- Exercise
Beginning with the first line, copy out each line of the material until the line containing "multiple ranges simultaneously" has been copied as well.

=-=-=-=-=

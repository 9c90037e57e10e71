/**
 * A1 addresses as Excel writes them. Whole columns and multi-area addresses follow "Work with
 * multiple ranges simultaneously in Excel add-ins" (its example address "Sheet1!F3:F5, Sheet1!H:H");
 * sheet quoting and the grid size are common practice (no source).
 */
import { describe, expect, it } from 'vitest';
import {
  cellAddress,
  columnCount,
  columnIndex,
  columnLetters,
  columnsOf,
  formatAbsolute,
  formatRange,
  isWholeColumns,
  MAX_ROWS,
  parseAreas,
  parseRange,
  quoteSheetName,
  rangeContains,
  rangesOverlap,
  rowCount,
  splitAreas,
  splitSheet,
} from '../../src/addressing/a1';

describe('cells and ranges', () => {
  it('converts column letters both ways across the one-, two- and three-letter boundaries', () => {
    for (const [letters, index] of [
      ['A', 0],
      ['Z', 25],
      ['AA', 26],
      ['AZ', 51],
      ['ZZ', 701],
      ['AAA', 702],
      ['XFD', 16383],
    ] as const) {
      expect(columnLetters(index)).toBe(letters);
      expect(columnIndex(letters)).toBe(index);
    }
  });

  it('parses cells and ranges with $ anchors, in either corner order, with or without a sheet', () => {
    expect(parseRange('$C$5:B2', 'Data')).toEqual({ sheet: 'Data', top: 1, left: 1, bottom: 4, right: 2 });
    expect(parseRange("'Bob''s data'!A1", 'Data')).toEqual({ sheet: "Bob's data", top: 0, left: 0, bottom: 0, right: 0 });
    expect(parseRange('XFD1048576', 'S')).toEqual({ sheet: 'S', top: MAX_ROWS - 1, left: 16383, bottom: MAX_ROWS - 1, right: 16383 });
  });

  it('rejects addresses outside the grid and malformed text', () => {
    for (const bad of ['A0', 'XFE1', 'A1048577', 'A1:B2:C3', 'B1:C', 'B:C5', '1:1', '', 'Data!']) expect(parseRange(bad, 'S')).toBeUndefined();
  });

  it('writes one cell without a colon and quotes sheet names that are not plain words', () => {
    expect(formatRange({ sheet: 'Data', top: 1, left: 1, bottom: 1, right: 1 })).toBe('Data!B2');
    expect(formatRange({ sheet: 'Planned batches', top: 0, left: 0, bottom: 9, right: 2 })).toBe("'Planned batches'!A1:C10");
    expect(quoteSheetName('AB12')).toBe("'AB12'");
    expect(formatAbsolute({ sheet: 'Data', top: 0, left: 1, bottom: 60, right: 1 })).toBe('Data!$B$1:$B$61');
  });
});

describe('whole columns', () => {
  it('parses "B:B", "$B:$D" and "Sheet1!D:B" as every row of those columns', () => {
    expect(parseRange('B:B', 'Sheet1')).toEqual({ sheet: 'Sheet1', top: 0, left: 1, bottom: MAX_ROWS - 1, right: 1 });
    expect(parseRange('$B:$D', 'Sheet1')).toEqual({ sheet: 'Sheet1', top: 0, left: 1, bottom: MAX_ROWS - 1, right: 3 });
    expect(parseRange('Data!D:B', 'Sheet1')).toEqual({ sheet: 'Data', top: 0, left: 1, bottom: MAX_ROWS - 1, right: 3 });
  });

  it('writes whole columns as Excel does ("Sheet1!H:H"), and round-trips them', () => {
    const column = parseRange('Sheet1!H:H', 'x');
    expect(column && isWholeColumns(column)).toBe(true);
    expect(column && formatRange(column)).toBe('Sheet1!H:H');
    expect(formatRange({ sheet: 'Sheet1', top: 0, left: 1, bottom: MAX_ROWS - 1, right: 3 }, false)).toBe('B:D');
    expect(formatRange({ sheet: 'Sheet1', top: 1, left: 1, bottom: MAX_ROWS - 1, right: 1 }, false)).toBe('B2:B1048576');
  });
});

describe('multi-area addresses', () => {
  it('splits at commas outside quoted sheet names and trims the space Excel may put after them', () => {
    expect(splitAreas('Sheet1!F3:F5, Sheet1!H:H')).toEqual(['Sheet1!F3:F5', 'Sheet1!H:H']);
    expect(splitAreas("'a, b'!A1,'a, b'!C1")).toEqual(["'a, b'!A1", "'a, b'!C1"]);
  });

  it('parses every area or none', () => {
    expect(parseAreas('Sheet1!F3:F5, Sheet1!H:H', 'x')).toEqual([
      { sheet: 'Sheet1', top: 2, left: 5, bottom: 4, right: 5 },
      { sheet: 'Sheet1', top: 0, left: 7, bottom: MAX_ROWS - 1, right: 7 },
    ]);
    expect(parseAreas('B2:B9,D2', 'Data')?.map((r) => r.sheet)).toEqual(['Data', 'Data']);
    expect(parseAreas('B2:B9,nonsense', 'Data')).toBeUndefined();
    expect(parseAreas('', 'Data')).toBeUndefined();
  });
});

describe('parts of an address', () => {
  it('writes a cell from 0-based row and column', () => {
    expect(cellAddress(0, 0)).toBe('A1');
    expect(cellAddress(9, 27)).toBe('AB10');
  });

  it('splits off the sheet, unquoting a quoted one and keeping a "!" inside the quotes', () => {
    expect(splitSheet('Data!B2:C9')).toEqual({ sheet: 'Data', address: 'B2:C9' });
    expect(splitSheet("'Bob''s data'!A1")).toEqual({ sheet: "Bob's data", address: 'A1' });
    expect(splitSheet("'Wow!'!C3")).toEqual({ sheet: 'Wow!', address: 'C3' });
    expect(splitSheet('B2')).toEqual({ sheet: undefined, address: 'B2' });
  });
});

describe('range arithmetic', () => {
  const block = { sheet: 'Data', top: 1, left: 1, bottom: 4, right: 3 };

  it('counts rows and columns inclusively', () => {
    expect(rowCount(block)).toBe(4);
    expect(columnCount(block)).toBe(3);
  });

  it('splits a block into its single columns, in order', () => {
    expect(columnsOf(block)).toEqual([
      { sheet: 'Data', top: 1, left: 1, bottom: 4, right: 1 },
      { sheet: 'Data', top: 1, left: 2, bottom: 4, right: 2 },
      { sheet: 'Data', top: 1, left: 3, bottom: 4, right: 3 },
    ]);
  });

  it('contains a cell on its own sheet and within its corners only', () => {
    expect(rangeContains(block, 'Data', 1, 1)).toBe(true);
    expect(rangeContains(block, 'Data', 4, 3)).toBe(true);
    expect(rangeContains(block, 'Data', 5, 3)).toBe(false);
    expect(rangeContains(block, 'Data', 2, 0)).toBe(false);
    expect(rangeContains(block, 'Other', 2, 2)).toBe(false);
    // Sheet names are compared regardless of case, as Excel compares them (common practice, no source).
    expect(rangeContains(block, 'DATA', 1, 1)).toBe(true);
  });

  it('overlaps a range sharing a cell, not one that only touches it or sits on another sheet', () => {
    expect(rangesOverlap(block, { sheet: 'Data', top: 4, left: 3, bottom: 8, right: 8 })).toBe(true);
    expect(rangesOverlap(block, { sheet: 'Data', top: 5, left: 1, bottom: 8, right: 3 })).toBe(false);
    expect(rangesOverlap(block, { sheet: 'Data', top: 0, left: 4, bottom: 9, right: 4 })).toBe(false);
    expect(rangesOverlap(block, { ...block, sheet: 'Other' })).toBe(false);
    expect(rangesOverlap(block, { ...block, sheet: 'data' })).toBe(true);
  });
});
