import type { PaneChoices } from './model/choices';

/**
 * The inputs that decide which cells are read. Settings (level, intercept, σ, robust, the added
 * set) are applied to the data already read, so they refit at once; these need a new read.
 */
const READ_INPUTS = { response: 'the response', predictors: 'the predictors', weights: 'the weights', newRows: 'the new rows' } as const;

export type ReadInput = keyof typeof READ_INPUTS;

/** The read inputs whose addresses differ from those the shown results were read from. */
export function changedReadInputs(read: PaneChoices, current: PaneChoices): ReadInput[] {
  return (Object.keys(READ_INPUTS) as ReadInput[]).filter((field) => read[field].trim() !== current[field].trim());
}

function listed(names: readonly string[]): string {
  return names.length <= 1 ? names.join('') : `${names.slice(0, -1).join(', ')} and ${names[names.length - 1]}`;
}

/**
 * Why the results shown may no longer describe the inputs, or undefined when they do. Write
 * report reads the data again first in either case, so the report and the cards always agree.
 */
export function staleMessage(changed: readonly ReadInput[], dataChanged: boolean): string | undefined {
  if (changed.length > 0) {
    const what = listed(changed.map((field) => READ_INPUTS[field]));
    return `Out of date: ${what} changed since the data were read. Press Read data and fit to update these results (Write report reads the data again first).`;
  }
  if (dataChanged) {
    return 'These results may be out of date: cells on the data’s sheets changed since they were read. Press Read data and fit to update them (Write report reads the data again first).';
  }
  return undefined;
}
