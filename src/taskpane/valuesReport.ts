import { ReadCancelled } from './excel/readRowBlocks';
import { rewriteReport } from './excel/rewriteReport';
import { writeReport } from './excel/writeReport';
import { occupiedAddresses } from './excel/occupiedCells';
import { clearResidualTable, deleteSheet, writeResidualTable } from './excel/writeResidualTable';
import type { PaneChoices, ResolvedRanges } from './model/choices';
import { newlyWrittenAddresses } from './model/refreshFootprint';
import type { ReportCell } from './model/reportPlan';
import type { StreamedAnalysis } from './model/paneAnalysis';
import { analyzeStreamed } from './model/streamedAnalysis';
import { planValuesReport } from './model/valuesReportPlan';
import { readData } from './readData';

/** What Refresh needs to redo a values report: where it is, what it was made of, and what it wrote. */
export interface SavedValuesReport {
  sheetName: string;
  ranges: ResolvedRanges;
  choices: PaneChoices;
  cells: ReportCell[];
  /** Rows of the residual table beside the report, so a refresh can clear what it no longer needs. */
  residualRows: number;
}

const noProgress = (): void => undefined;

export async function writeValuesReport(ranges: ResolvedRanges, choices: PaneChoices, analysis: StreamedAnalysis): Promise<SavedValuesReport> {
  let cells: ReportCell[] = [];
  const sheetName = await writeReport((name) => {
    const plan = planValuesReport({ sheetName: name, ranges, choices, analysis, writtenAt: new Date() });
    cells = plan.cells;
    return plan;
  });
  try {
    const residualRows = await writeResidualTable(sheetName, ranges, analysis, noProgress, new AbortController().signal);
    return { sheetName, ranges, choices, cells, residualRows };
  } catch (error) {
    // No half-written report: the sheet this call added goes again.
    await deleteSheet(sheetName);
    throw error;
  }
}

/** Re-reads the report's own ranges with its own choices and rewrites its cells in place. */
export async function refreshValuesReport(
  saved: SavedValuesReport,
  progress: (read: number, total: number) => void,
  signal: AbortSignal,
): Promise<SavedValuesReport> {
  const read = await readData(saved.ranges, progress, signal, true);
  if (read.kind !== 'streamed') throw new Error('unreachable: a forced streamed read came back as cells');
  const analysis = analyzeStreamed(read.data, saved.choices);
  if (analysis.fit === undefined) throw new Error(analysis.fitError ?? 'The data no longer give a fit.');
  const plan = planValuesReport({ sheetName: saved.sheetName, ranges: saved.ranges, choices: saved.choices, analysis, writtenAt: new Date() });
  const fresh = newlyWrittenAddresses(saved.cells, plan.cells, saved.residualRows, analysis.fit.n);
  const occupied = await occupiedAddresses(saved.sheetName, fresh);
  if (occupied.length > 0) {
    throw new Error(
      `Refresh would write over cells filled since the report was written (${occupied.slice(0, 3).join(', ')}${occupied.length > 3 ? ', …' : ''}). Move them, or write a new report.`,
    );
  }
  // The table first: if it stops half way, the report's own cells still match the saved report.
  await clearResidualTable(saved.sheetName, saved.residualRows);
  let residualRows: number;
  try {
    residualRows = await writeResidualTable(saved.sheetName, saved.ranges, analysis, progress, signal);
  } catch (error) {
    // The error to report is the first one; a sheet deleted meanwhile has nothing left to clear.
    await clearResidualTable(saved.sheetName, Math.max(saved.residualRows, analysis.fit.n)).catch(() => undefined);
    const why = error instanceof ReadCancelled ? 'it was cancelled' : error instanceof Error ? error.message : String(error);
    throw new Error(`Refresh stopped (${why}). The report keeps its previous results and its residual table was cleared: press Refresh again.`, {
      cause: error,
    });
  }
  await rewriteReport(saved.sheetName, saved.cells, plan);
  return { ...saved, cells: plan.cells, residualRows };
}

=-=-=-=-=

- Response to this task
repository 9c90037e57e10e71
/**
 * A1 addresses as Excel writes them. Whole columns and multi-area addresses follow "Work with
 * multiple ranges simultaneously in Excel add-ins" (its example address "Sheet1!F3:F5, Sheet1!H:H");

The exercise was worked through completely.